__all__ = [
    "CampaignReport",
    "Figure",
    "StepFindings",
    "Table",
    "analysis_findings",
    "comparison_figures",
    "default_output",
    "figure_caption",
    "gather_campaign",
    "render_page",
    "write_report",
]

log = logging.getLogger("ionwell.analysis.report")

#: Captions of the plots ionwell's analysis writes; any other image is captioned by its stem.
FIGURE_CAPTIONS: dict[str, str] = {
    "hull.png": "Formation energy per step against x, with the lower convex hull",
    "voltage.png": "Voltage steps between neighbouring hull vertices",
    "occupancy_map.png": "Where the guests sit: occupancy map of the inserted guests",
    "stacking.png": "Layer stacking of the host along the series",
    "rim.png": "Guests at the rim of the particle and in its interior, step by step",
    "charges.png": "Charge transfer between guests and host along the series",
    "dos.png": "Electronic density of states, each step against its own frontier level",
    "filling.png": "Where the guests went: filling sequence, side and top views",
    # the per-step structure views (analysis/structures/step_NNNN.png), by their folder
    "structures/": "Side and top views of the structure; guests coloured by where they sit, "
    "those placed in this step outlined",
}

#: The folder (inside analysis/) of the per-step structure views.
STRUCTURES_FOLDER = "structures"

#: Captions of the tables ionwell's analysis writes; any other table is captioned by its stem.
TABLE_CAPTIONS: dict[str, str] = {
    "energetics.csv": "Energetics per step: energy, formation energy, distance to the hull",
    "voltage.csv": "Voltage steps between hull vertices",
    "layers.csv": "Galleries per step: spacing, guests, registry, stage",
    "stacking.csv": "Layer stacking per step",
    "sites.csv": "Guest sites: rim or interior, nearest guest–guest distances",
    "charges.csv": "Charge transfer per step: guest charge, electrons gained by the host",
    "electronic.csv": "Electronic structure per step: Fermi level or HOMO and its shift",
    "dos.csv": "Electronic density of states",
}

#: Tables with more rows than this are folded into a ``<details>`` element.
FOLD_ROWS = 12

#: At most this many rows of one table are written into the page.
MAX_ROWS = 400

MODEL_NOTE = (
    "Energies, formation energies and voltages in this report are results of the configured "
    "electronic-structure method on the modelled structures. They are not measurements and not "
    "safety data for real cells."
)

_PNG_SIGNATURE = b"\x89PNG\r\n\x1a\n"


# ---------------------------------------------------------------------------------------------
# models


class Figure(BaseModel):
    """One embedded PNG image."""

    name: str
    caption: str
    png_base64: str
    width: int
    height: int


class Table(BaseModel):
    """One CSV table, every cell as written in the file."""

    name: str
    caption: str
    header: list[str]
    rows: list[list[str]]


class StepFindings(BaseModel):
    """The checks of one step, as recorded in its ``checks.json``."""

    step: int
    findings: list[Finding] = Field(default_factory=list)
    note: str | None = None  # why the findings could not be read


class CampaignReport(BaseModel):
    """Everything the page shows about one campaign."""

    root: str
    name: str
    description: str = ""
    host_formula: str
    guest: str
    charge_mode: str
    engine: str
    status: CampaignStatus
    summary: AnalysisSummary
    findings: list[StepFindings]
    figures: list[Figure]
    tables: list[Table]
    notes: list[str] = Field(default_factory=list)
    config_text: str

    def table(self, name: str) -> Table | None:
        """The table read from the analysis file ``name``, if there is one."""
        return next((t for t in self.tables if t.name == name), None)


# ---------------------------------------------------------------------------------------------
# reading (I/O)


def default_output(campaigns: Sequence[str | Path]) -> Path:
    """Where the report goes without ``-o``: the campaign's analysis folder, or ./report.html."""
    if len(campaigns) == 1:
        return Path(campaigns[0]) / "analysis" / "report.html"
    return Path.cwd() / "report.html"


def _load_summary(paths: CampaignPaths) -> AnalysisSummary:
    """The analysis summary, brought up to date first when the ledger is newer."""
    f = paths.root / "analysis" / "analysis.json"
    if not is_current(paths.root):
        log.info("%s: analysis missing or older than its inputs; analysing", paths.root)
        return analyse(paths.root)
    try:
        return AnalysisSummary.model_validate_json(f.read_text())
    except (OSError, ValidationError) as err:
        log.warning("%s: unreadable (%s); analysing again", f, type(err).__name__)
        return analyse(paths.root)


def _png_size(data: bytes) -> tuple[int, int] | None:
    """Width and height from the IHDR chunk, or None if ``data`` is not a PNG."""
    if len(data) < 24 or not data.startswith(_PNG_SIGNATURE) or data[12:16] != b"IHDR":
        return None
    w, h = struct.unpack(">II", data[16:24])
    return (w, h) if w > 0 and h > 0 else None


def _figure_from_bytes(name: str, caption: str, data: bytes) -> Figure | None:
    size = _png_size(data)
    if size is None:
        return None
    return Figure(
        name=name,
        caption=caption,
        png_base64=base64.b64encode(data).decode("ascii"),
        width=size[0],
        height=size[1],
    )


def _read_table(path: Path, caption: str) -> Table:
    rows = list(csv.reader(io.StringIO(path.read_text())))
    header, body = (rows[0], rows[1:]) if rows else ([], [])
    return Table(name=path.name, caption=caption, header=header, rows=body)


def figure_caption(rel: str) -> str:
    """The caption of the analysis image at ``rel`` (a path relative to analysis/)."""
    path = Path(rel)
    if rel in FIGURE_CAPTIONS:
        return FIGURE_CAPTIONS[rel]
    if path.name in FIGURE_CAPTIONS:
        return FIGURE_CAPTIONS[path.name]
    folder = f"{path.parent.as_posix()}/"
    if folder in FIGURE_CAPTIONS:
        m = re.fullmatch(r"step_0*(\d+)", path.stem)
        where = f"Step {m.group(1)}: " if m else ""
        return where + FIGURE_CAPTIONS[folder]
    return path.stem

---

- **EXERCISE**
The listing above holds a line with "return AnalysisSummary.model_validate_json(f.read_text())" and a line with "return (w, h)". Print the stretch from the first through the second, exactly and alone.

- **ANSWER**
        return AnalysisSummary.model_validate_json(f.read_text())
    except (OSError, ValidationError) as err:
        log.warning("%s: unreadable (%s); analysing again", f, type(err).__name__)
        return analyse(paths.root)


def _png_size(data: bytes) -> tuple[int, int] | None:
    """Width and height from the IHDR chunk, or None if ``data`` is not a PNG."""
    if len(data) < 24 or not data.startswith(_PNG_SIGNATURE) or data[12:16] != b"IHDR":
        return None
    w, h = struct.unpack(">II", data[16:24])
    return (w, h) if w > 0 and h > 0 else None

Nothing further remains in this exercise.